(Saved data entries)
• • • • •

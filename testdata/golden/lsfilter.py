#!/usr/bin/python3
"""Golden least-squares (minimum integrated sidelobe) mismatched filters
for Barker-13 at one sample per chip, solved with numpy.linalg.lstsq.

    /usr/bin/python3 lsfilter.py  -> lsfilter.json

Problem (as package dsp's LeastSquaresFilter): A is the (N+L-1) x L full
convolution matrix A[r][m] = c[r-(L-1)+m], e a unit delta at row
(N+L-2)//2; g = argmin ||A g - e||^2 and the filter is h = conj(g)
(real here). lead = L-1-centre. Figures are read on the samples.
"""
import json

import numpy
import scipy

code = numpy.array([1, 1, 1, 1, 1, -1, -1, 1, 1, -1, 1, -1, 1], float)
n = len(code)
cases = []
for length in [13, 39, 45, 65]:
    rows = n + length - 1
    a = numpy.zeros((rows, length))
    for r in range(rows):
        for m in range(length):
            i = r - (length - 1) + m
            if 0 <= i < n:
                a[r, m] = code[i]
    centre = (n + length - 2) // 2
    e = numpy.zeros(rows)
    e[centre] = 1
    g = numpy.linalg.lstsq(a, e, rcond=None)[0]
    y = a @ g
    peak = abs(y[centre])
    side = numpy.delete(y, centre)
    cases.append({
        "length": length,
        "lead": length - 1 - centre,
        "h": g.tolist(),
        "pslr_db": float(20 * numpy.log10(numpy.abs(side).max() / peak)),
        "mismatch_loss_db": float(-10 * numpy.log10((g @ a[centre]) ** 2 / ((code @ code) * (g @ g)))),
    })
out = {"generator": "testdata/golden/lsfilter.py", "numpy": numpy.__version__,
       "scipy": scipy.__version__, "code": "barker13", "cases": cases}
with open("lsfilter.json", "w") as f:
    json.dump(out, f, indent=0)
    f.write("\n")
for c in cases:
    print(c["length"], "PSLR %.3f dB, loss %.4f dB" % (c["pslr_db"], c["mismatch_loss_db"]))
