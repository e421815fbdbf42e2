#!/usr/bin/python3
"""Golden values for the receiver front-end models of package dsp
(dsp/frontend.go), computed here independently of the Go code.

phase_noise: a phase-noise profile L(f) in dBc/Hz, linear in log10(f)
  between points, flat below the first and above the last point.
  integral  = integral of 10**(L/10) df, by scipy.integrate.quad on each
              segment (not the closed form the Go code uses);
  echo_band = integral of 10**(L/10) * 4 sin^2(pi f T) df, the spectrum of
              phi(t - T) - phi(t), by quad over every period 1/T of the
              oscillating factor (exact, without the Go code's mean-of-2
              replacement above 8/T).
clip: an up-chirp u = exp(j pi (B/tau) (t - tau/2)^2), t = i/fs,
  i = 0 .. ceil(tau fs) - 1 (tau fs within 1e-9 of a whole number taken as
  that number), scaled to
  a peak channel amplitude `drive` times full scale (1), each of I and Q
  clipped to +-1, correlated with the unclipped chirp by
  numpy.correlate ("full"); the compressed peak re the unclipped echo's
  the highest sidelobe (outside +-2 samples of the peak) re the peak, the
  highest beyond +-10 samples ("far") and the summed sidelobe power
  outside +-2 samples (islr), each re the peak.
iq: a complex tone exp(j 2 pi k0 i / N) through y = I + j g (Q cos p - I sin p),
  g = 10**(gain_db/20); the image rejection read off numpy's FFT, bins
  +k0 and -k0, and the closed form (1 + 2 g cos p + g^2)/(1 - 2 g cos p + g^2).

quantiser: a mid-rise quantiser (levels (i + 1/2) step, step =
  2 full_scale / 2^bits, clipped to the outermost) of a zero-mean Gaussian
  input: the Bussgang gain E[x Q(x)]/sigma^2 and the noise ratio
  E[Q^2]/(gain^2 sigma^2) - 1, by quad over each level's interval.

Run: cd testdata/golden && /usr/bin/python3 frontend.py
"""
import json
import math

import numpy as np
import scipy
from scipy import integrate

PROFILE = {"offset_hz": [1e3, 1e4, 1e5, 1e6, 1e7], "dbc_hz": [-80.0, -100.0, -110.0, -130.0, -140.0]}


def level(f):
    x, y = PROFILE["offset_hz"], PROFILE["dbc_hz"]
    if f <= x[0]:
        return y[0]
    if f >= x[-1]:
        return y[-1]
    return float(np.interp(math.log10(f), np.log10(x), y))


def lin(f):
    return 10 ** (level(f) / 10)


def integral(f1, f2):
    edges = [f1] + [x for x in PROFILE["offset_hz"] if f1 < x < f2] + [f2]
    return sum(integrate.quad(lin, a, b, limit=200, epsrel=1e-12)[0] for a, b in zip(edges[:-1], edges[1:]))


def echo_band(f1, f2, T):
    g = lambda f: lin(f) * 4 * math.sin(math.pi * f * T) ** 2
    per = 1 / T
    edges = sorted(set([f1, f2] + [x for x in PROFILE["offset_hz"] if f1 < x < f2] +
                       [k * per for k in range(int(f1 / per) + 1, int(f2 / per) + 1) if f1 < k * per < f2]))
    return sum(integrate.quad(g, a, b, limit=200, epsrel=1e-11)[0] for a, b in zip(edges[:-1], edges[1:]))


def clip_case(tau, B, fs, drive):
    n = int(round(tau * fs)) if abs(tau * fs - round(tau * fs)) < 1e-9 * tau * fs else int(math.ceil(tau * fs))
    t = np.arange(n) / fs
    u = np.exp(1j * math.pi * (B / tau) * (t - tau / 2) ** 2)
    x = drive * u
    c = np.clip(x.real, -1, 1) + 1j * np.clip(x.imag, -1, 1)
    y0 = np.correlate(x, u, "full")
    y = np.correlate(c, u, "full")
    p0 = np.abs(y0) ** 2
    p = np.abs(y) ** 2
    k = int(np.argmax(p))
    side = np.concatenate([p[: max(k - 2, 0)], p[k + 3:]])
    far = np.concatenate([p[: max(k - 10, 0)], p[k + 11:]])
    far0 = np.concatenate([p0[: max(k - 10, 0)], p0[k + 11:]])
    return {"far_sidelobe_db": float(10 * np.log10(far.max() / p[k])),
            "far_sidelobe_unclipped_db": float(10 * np.log10(far0.max() / p0.max())),
            "islr_db": float(10 * np.log10(side.sum() / p[k])),
            "tau_s": tau, "bandwidth_hz": B, "fs_hz": fs, "drive": drive,
            "peak_loss_db": float(10 * np.log10(p0.max() / p[k])),
            "pslr_db": float(10 * np.log10(side.max() / p[k])),
            "pslr_unclipped_db": float(10 * np.log10(np.concatenate([p0[: max(k - 2, 0)], p0[k + 3:]]).max() / p0.max()))}


def iq_case(gain_db, phase_deg, n=1000, k0=100):
    g = 10 ** (gain_db / 20)
    p = math.radians(phase_deg)
    x = np.exp(2j * math.pi * k0 * np.arange(n) / n)
    y = x.real + 1j * g * (x.imag * math.cos(p) - x.real * math.sin(p))
    Y = np.fft.fft(y)
    measured = 10 * math.log10(abs(Y[k0]) ** 2 / abs(Y[n - k0]) ** 2)
    formula = 10 * math.log10((1 + 2 * g * math.cos(p) + g * g) / (1 - 2 * g * math.cos(p) + g * g))
    return {"gain_db": gain_db, "phase_deg": phase_deg, "irr_fft_db": measured, "irr_formula_db": formula}


def gaussian_quantiser(bits, full_scale, sigma):
    """Mid-rise quantiser, levels (i + 1/2) step, clipped to the outermost,
    of a N(0, sigma^2) input: E[x Q(x)] / sigma^2 and
    E[Q^2] / (gain^2 sigma^2) - 1, by quad over each level's interval."""
    step = 2 * full_scale / 2 ** bits
    top = 2 ** (bits - 1) - 0.5
    f = lambda x: math.exp(-x * x / (2 * sigma * sigma)) / (sigma * math.sqrt(2 * math.pi))
    exq = eq2 = 0.0
    l = 0.5
    while l <= top:
        lo = (l - 0.5) * step
        hi = math.inf if l == top else (l + 0.5) * step
        if lo > 40 * sigma:
            break
        exq += 2 * l * step * integrate.quad(lambda x: x * f(x), lo, hi)[0]
        eq2 += 2 * (l * step) ** 2 * integrate.quad(f, lo, hi)[0]
        l += 1
    gain = exq / sigma ** 2
    return {"bits": bits, "full_scale": full_scale, "sigma": sigma, "gain": gain, "ratio": eq2 / (gain * gain * sigma * sigma) - 1}


def main():
    out = {"numpy": np.__version__, "scipy": scipy.__version__, "profile": PROFILE,
           "integral": [], "echo_band": [], "clip": [], "iq": [], "quantiser": []}
    for f1, f2 in [(0, 5e6), (100, 2e7), (5e3, 5e4), (0, 1e3)]:
        out["integral"].append({"f1": f1, "f2": f2, "value": integral(f1, f2)})
    for f1, f2, T in [(0, 5e6, 2 * 10e3 / 299792458.0), (0, 5e6, 2 * 1e3 / 299792458.0), (500, 1e6, 2 * 30e3 / 299792458.0)]:
        out["echo_band"].append({"f1": f1, "f2": f2, "delay_s": T, "value": echo_band(f1, f2, T)})
    for drive in [1.0, 2.0, 10.0, 100.0]:
        out["clip"].append(clip_case(10e-6, 5e6, 10e6, drive))
    for gdb, pdeg in [(0.1, 1.0), (0.5, 3.0), (0.0, 0.5)]:
        out["iq"].append(iq_case(gdb, pdeg))
    s = math.sqrt(0.5)
    for bits, fsc in [(8, 1000.0), (8, 100.0), (12, 100.0), (4, 3.0), (10, 2.0)]:
        out["quantiser"].append(gaussian_quantiser(bits, fsc, s))
    with open("frontend.json", "w") as f:
        json.dump(out, f, indent=1)
        f.write("\n")


if __name__ == "__main__":
    main()
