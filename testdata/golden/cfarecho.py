#!/usr/bin/python3
"""Golden values for dsp.CAEchoPd (dsp/cfarecho.go): the probability that one
cell-averaging CFAR test fires when the cell under test and its training
cells hold echoes, computed from the definition with scipy/numpy by a route
independent of the Go code.

Definition (docs/detection-probability.md §7). The complex outputs
y = (y_0 .. y_M) of the cell under test (index 0) and its M training cells
are circular complex Gaussian with mean mu (the echoes) and covariance R
(the noise), E[(y-mu)(y-mu)^H] = R. The test fires when
    D = |y_0|^2 - (alpha/M) * sum_{k>=1} |y_k|^2 > 0.
Route here (complex arithmetic throughout; the Go code works in a real
embedding and factors R by its eigen-decomposition):
  R = C C^H (scipy.linalg.cholesky, lower), y = mu + C w, w ~ CN(0, I);
  D = (w + b)^H H (w + b), b = C^-1 mu, H = C^H A C, A = diag(1, -beta ..);
  H = U diag(lam) U^H (scipy.linalg.eigh), nu = U^H b;
  for z ~ CN(nu, 1), E exp(i t lam |z|^2) = exp(i lam t |nu|^2/(1 - i lam t))
  / (1 - i lam t) (the non-central chi-square with two degrees of freedom),
  so phi(t) = prod_j of that; Gil-Pelaez (Biometrika 38, 1951):
  P(D > 0) = 1/2 + (1/pi) int_0^inf Im phi(t)/t dt  (Imhof, Biometrika 48,
  1961), by scipy.integrate.quad on a geometric grid of pieces plus a last
  piece to infinity.
Second, coarser check: a seeded numpy Monte Carlo of 10^6 draws of y.

Fluctuating targets ("fluct", dsp.CAEchoTest.PdTarget): the target's
amplitudes s at the cells scale by sqrt(x), its phase kept, x of mean 1:
Swerling 1 exponential (scipy.stats.expon), Swerling 3 Gamma(2, 1/2)
(scipy.stats.gamma); the other echoes b stay. Pd = E_x[P(D > 0 | mu =
sqrt(x) s + b)], by scipy.integrate.quad over x of the law's pdf times the
value above; the Monte Carlo draws x for every draw.

Cases: the noise correlation of a matched filter (an LFM of time-bandwidth
product 20 at 2 samples per 1/B, and a 13-chip Barker code at 2 samples a
chip), cells at the CUT 0 and training offsets +-(g+1 .. g+M/2) after g guard
cells (g = 0 puts the CUT's correlated neighbours into the training sum),
the target's own response a*rho(offset) in every cell, other echoes in
training cells, a random positive definite R with unequal powers, and
probabilities from about 1e-10 to 1 - 1e-9.

Run: cd testdata/golden && /usr/bin/python3 cfarecho.py   (writes cfarecho.json)
"""
import json

import numpy as np
import scipy
from scipy import integrate, linalg, stats


def lfm_ref(tb, os):
    n = int(round(tb * os))
    t = (np.arange(n) - (n - 1) / 2) / n           # in units of the pulse length
    return np.exp(1j * np.pi * tb * t ** 2)


def barker_ref(os):
    code = np.array([1, 1, 1, 1, 1, -1, -1, 1, 1, -1, 1, -1, 1], dtype=complex)
    return np.repeat(code, os)


def rho_of(h):
    """rho(m) = sum_n h[n] conj(h[n+m]) / sum |h|^2, m >= 0; rho(-m) = conj."""
    e = np.sum(np.abs(h) ** 2)
    r = np.array([np.sum(h[: len(h) - m] * np.conj(h[m:])) for m in range(len(h))]) / e

    def f(m):
        if abs(m) >= len(r):
            return 0j
        return r[m] if m >= 0 else np.conj(r[-m])
    return f


def offsets(guard, m):
    side = list(range(guard + 1, guard + 1 + m // 2))
    return [0] + [-k for k in reversed(side)] + side


def cov_from(rho, offs):
    n = len(offs)
    return np.array([[rho(offs[i] - offs[j]) for j in range(n)] for i in range(n)])


def pd_exact(mu, R, alpha):
    n = len(mu)
    m = n - 1
    A = np.diag([1.0] + [-alpha / m] * m)
    C = linalg.cholesky(R, lower=True)
    b = linalg.solve_triangular(C, mu, lower=True)
    lam, U = linalg.eigh(C.conj().T @ A @ C)
    nu2 = np.abs(U.conj().T @ b) ** 2

    def im_phi_over_t(t):
        z = 1 - 1j * lam * t
        logphi = np.sum(1j * lam * t * nu2 / z - np.log(z))
        return np.exp(logphi).imag / t

    # Pieces on a geometric grid around the scale 1/max|lam|, out to where
    # |phi| (which falls like t^-n) is negligible, then to infinity.
    s = 1 / np.max(np.abs(lam))
    edges = [0.0] + list(s * np.logspace(-8, 6, 57))
    total = 0.0
    for a, c in zip(edges[:-1], edges[1:]):
        v, _ = integrate.quad(im_phi_over_t, a, c, epsabs=1e-14, epsrel=1e-12, limit=400)
        total += v
    v, _ = integrate.quad(im_phi_over_t, edges[-1], np.inf, epsabs=1e-14, limit=400)
    total += v
    return 0.5 + total / np.pi


def pd_mc(mu, R, alpha, draws, rng):
    n = len(mu)
    m = n - 1
    C = np.linalg.cholesky(R)
    hits = 0
    for _ in range(draws // 100000):
        w = (rng.standard_normal((100000, n)) + 1j * rng.standard_normal((100000, n))) / np.sqrt(2)
        y = mu + w @ C.T
        p = np.abs(y) ** 2
        hits += int(np.sum(p[:, 0] - alpha / m * np.sum(p[:, 1:], axis=1) > 0))
    return hits / draws


def pd_fluct(law, s, b, R, alpha):
    dist = stats.expon() if law == 1 else stats.gamma(2, scale=0.5)
    f = lambda x: dist.pdf(x) * pd_exact(np.sqrt(x) * s + b, R, alpha)
    hi = dist.isf(1e-13)
    v, _ = integrate.quad(f, 0, hi, epsabs=1e-11, epsrel=1e-10, limit=200)
    return v


def pd_fluct_mc(law, s, b, R, alpha, draws, rng):
    n = len(s)
    m = n - 1
    C = np.linalg.cholesky(R)
    hits = 0
    for _ in range(draws // 100000):
        x = rng.exponential(1.0, 100000) if law == 1 else rng.gamma(2.0, 0.5, 100000)
        w = (rng.standard_normal((100000, n)) + 1j * rng.standard_normal((100000, n))) / np.sqrt(2)
        y = np.sqrt(x)[:, None] * s + b + w @ C.T
        p = np.abs(y) ** 2
        hits += int(np.sum(p[:, 0] - alpha / m * np.sum(p[:, 1:], axis=1) > 0))
    return hits / draws


def alpha_richards(pfa, m):
    return m * (pfa ** (-1.0 / m) - 1)


def main():
    rng = np.random.default_rng(20261203)
    lfm = rho_of(lfm_ref(20, 2))
    bark = rho_of(barker_ref(2))
    cases = []

    def add(name, offs_or_R, rho, alpha, mu):
        R = offs_or_R if rho is None else cov_from(rho, offs_or_R)
        mu = np.asarray(mu, dtype=complex)
        pd = pd_exact(mu, R, alpha)
        mc = pd_mc(mu, R, alpha, 10 ** 6, rng)
        cases.append({
            "name": name, "alpha": alpha,
            "cov_re": R.real.tolist(), "cov_im": R.imag.tolist(),
            "mu_re": mu.real.tolist(), "mu_im": mu.imag.tolist(),
            "pd": pd, "mc": mc, "mc_draws": 10 ** 6,
        })
        print(f"{name:48s} pd {pd:.12g}  mc {mc:.6f}")

    def target(rho, offs, amp, at=0):
        return [amp * rho(o - at) for o in offs]

    # 1. LFM, 16 training cells, guard 2: the target's own sidelobes.
    offs = offsets(2, 16)
    a = alpha_richards(1e-6, 16)
    add("lfm g2 M16 noise only", offs, lfm, a, np.zeros(17))
    add("lfm g2 M16 target 15 dB", offs, lfm, a, target(lfm, offs, 10 ** (15 / 20) * np.exp(0.7j)))
    # 2. Guard 0: the CUT's neighbours (correlated with it) are training cells.
    offs = offsets(0, 8)
    a = alpha_richards(1e-4, 8)
    add("lfm g0 M8 noise only", offs, lfm, a, np.zeros(9))
    add("lfm g0 M8 target 16 dB (self-masked)", offs, lfm, a, target(lfm, offs, 10 ** (16 / 20)))
    offs = offsets(0, 16)
    a = alpha_richards(1e-2, 16)
    add("lfm g0 M16 pfa 1e-2 target 8 dB", offs, lfm, a, target(lfm, offs, 10 ** (8 / 20) * np.exp(-0.4j)))
    # 3. A strong echo in the training cells (12 cells away) masking a target.
    offs = offsets(1, 24)
    a = alpha_richards(1e-6, 24)
    mu = np.array(target(lfm, offs, 10 ** (14 / 20) * np.exp(0.3j))) \
        + np.array(target(lfm, offs, 10 ** (8 / 20) * np.exp(2.1j), at=9))
    add("lfm g1 M24 target 14 dB, 8 dB echo at +9", offs, lfm, a, mu)
    mu = np.array(target(lfm, offs, 10 ** (15 / 20))) \
        + np.array(target(lfm, offs, 10 ** (8 / 20) * np.exp(-1.0j), at=-5)) \
        + np.array(target(lfm, offs, 10 ** (6 / 20) * np.exp(0.4j), at=6))
    add("lfm g1 M24 target 15 dB, two echoes", offs, lfm, a, mu)
    # 4. Barker code: flat sidelobes, correlated chips.
    offs = offsets(1, 12)
    a = alpha_richards(1e-5, 12)
    add("barker g1 M12 target 13 dB", offs, bark, a, target(bark, offs, 10 ** (13 / 20) * np.exp(-2.0j)))
    mu = np.array(target(bark, offs, 10 ** (13 / 20))) + np.array(target(bark, offs, 10 ** (8 / 20) * 1j, at=4))
    add("barker g1 M12 target 13 dB, echo at +4", offs, bark, a, mu)
    # 5. Tiny: noise only at Pfa 1e-10 behind 32 correlated cells; a weak target.
    offs = offsets(2, 32)
    a = alpha_richards(1e-10, 32)
    add("lfm g2 M32 pfa 1e-10 noise only", offs, lfm, a, np.zeros(33))
    add("lfm g2 M32 pfa 1e-10 target 3 dB", offs, lfm, a, target(lfm, offs, 10 ** (3 / 20)))
    # 6. Large: a strong target.
    offs = offsets(2, 16)
    a = alpha_richards(1e-6, 16)
    add("lfm g2 M16 target 21 dB", offs, lfm, a, target(lfm, offs, 10 ** (21 / 20) * np.exp(1.3j)))
    # 7. Random positive definite R with unequal powers, random means.
    for k, m in enumerate([4, 10]):
        n = m + 1
        G = (rng.standard_normal((n, n)) + 1j * rng.standard_normal((n, n))) / np.sqrt(2 * n)
        R = G @ G.conj().T + 0.3 * np.diag(rng.uniform(0.5, 2, n))
        mu = (rng.standard_normal(n) + 1j * rng.standard_normal(n)) * 1.5
        mu[0] *= 3
        mu[1:] *= 0.4
        add(f"random R M{m} #{k}", R, None, alpha_richards(1e-3, m), mu)
    # 8. Independent cells, echo only in one training cell (Richards' model
    # with one interferer) for a small M.
    R = np.eye(5, dtype=complex)
    add("independent M4 interferer", R, None, alpha_richards(1e-3, 4), [4.0, 0, 1.5j, 0, 0])

    fluct = []

    def add_fluct(name, law, offs, rho, alpha, s, b):
        R = cov_from(rho, offs)
        s, b = np.asarray(s, dtype=complex), np.asarray(b, dtype=complex)
        pd = pd_fluct(law, s, b, R, alpha)
        mc = pd_fluct_mc(law, s, b, R, alpha, 10 ** 6, rng)
        fluct.append({
            "name": name, "swerling": law, "alpha": alpha,
            "cov_re": R.real.tolist(), "cov_im": R.imag.tolist(),
            "target_re": s.real.tolist(), "target_im": s.imag.tolist(),
            "others_re": b.real.tolist(), "others_im": b.imag.tolist(),
            "pd": pd, "mc": mc, "mc_draws": 10 ** 6,
        })
        print(f"{name:48s} pd {pd:.12g}  mc {mc:.6f}")

    # A fluctuating target with its own range response in the training
    # cells (guard 1: its mainlobe's shoulders train), alone and beside a
    # steady echo whose sidelobes reach its cells.
    offs = offsets(1, 16)
    a = alpha_richards(1e-5, 16)
    s1 = target(lfm, offs, 10 ** (17 / 20) * np.exp(0.5j))
    echo = target(lfm, offs, 10 ** (12 / 20) * np.exp(-2.2j), at=7)
    add_fluct("swerling1 lfm g1 M16 17 dB", 1, offs, lfm, a, s1, np.zeros(17))
    add_fluct("swerling1 lfm g1 M16 17 dB, 12 dB echo at +7", 1, offs, lfm, a, s1, echo)
    add_fluct("swerling3 lfm g1 M16 17 dB, 12 dB echo at +7", 3, offs, lfm, a, s1, echo)
    # Guard 0 behind a Barker code: the echo two cells away in the CUT too.
    offs = offsets(0, 12)
    a = alpha_richards(1e-3, 12)
    s3 = target(bark, offs, 10 ** (14 / 20))
    echo = target(bark, offs, 10 ** (9 / 20) * 1j, at=2)
    add_fluct("swerling3 barker g0 M12 14 dB, 9 dB echo at +2", 3, offs, bark, a, s3, echo)

    with open("cfarecho.json", "w") as f:
        json.dump({"numpy": np.__version__, "scipy": scipy.__version__, "cases": cases, "fluct": fluct}, f, indent=1)


if __name__ == "__main__":
    main()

• • • • •

WHAT TO PRODUCE
Among the entries above, the lines between the ones containing "edges = [0.0]" and "rng = np.random.default_rng(20261203)", inclusive, are to be transcribed exactly. No other line is to be given.

SOLUTION BELOW
    edges = [0.0] + list(s * np.logspace(-8, 6, 57))
    total = 0.0
    for a, c in zip(edges[:-1], edges[1:]):
        v, _ = integrate.quad(im_phi_over_t, a, c, epsabs=1e-14, epsrel=1e-12, limit=400)
        total += v
    v, _ = integrate.quad(im_phi_over_t, edges[-1], np.inf, epsabs=1e-14, limit=400)
    total += v
    return 0.5 + total / np.pi


def pd_mc(mu, R, alpha, draws, rng):
    n = len(mu)
    m = n - 1
    C = np.linalg.cholesky(R)
    hits = 0
    for _ in range(draws // 100000):
        w = (rng.standard_normal((100000, n)) + 1j * rng.standard_normal((100000, n))) / np.sqrt(2)
        y = mu + w @ C.T
        p = np.abs(y) ** 2
        hits += int(np.sum(p[:, 0] - alpha / m * np.sum(p[:, 1:], axis=1) > 0))
    return hits / draws


def pd_fluct(law, s, b, R, alpha):
    dist = stats.expon() if law == 1 else stats.gamma(2, scale=0.5)
    f = lambda x: dist.pdf(x) * pd_exact(np.sqrt(x) * s + b, R, alpha)
    hi = dist.isf(1e-13)
    v, _ = integrate.quad(f, 0, hi, epsabs=1e-11, epsrel=1e-10, limit=200)
    return v


def pd_fluct_mc(law, s, b, R, alpha, draws, rng):
    n = len(s)
    m = n - 1
    C = np.linalg.cholesky(R)
    hits = 0
    for _ in range(draws // 100000):
        x = rng.exponential(1.0, 100000) if law == 1 else rng.gamma(2.0, 0.5, 100000)
        w = (rng.standard_normal((100000, n)) + 1j * rng.standard_normal((100000, n))) / np.sqrt(2)
        y = np.sqrt(x)[:, None] * s + b + w @ C.T
        p = np.abs(y) ** 2
        hits += int(np.sum(p[:, 0] - alpha / m * np.sum(p[:, 1:], axis=1) > 0))
    return hits / draws


def alpha_richards(pfa, m):
    return m * (pfa ** (-1.0 / m) - 1)


def main():
    rng = np.random.default_rng(20261203)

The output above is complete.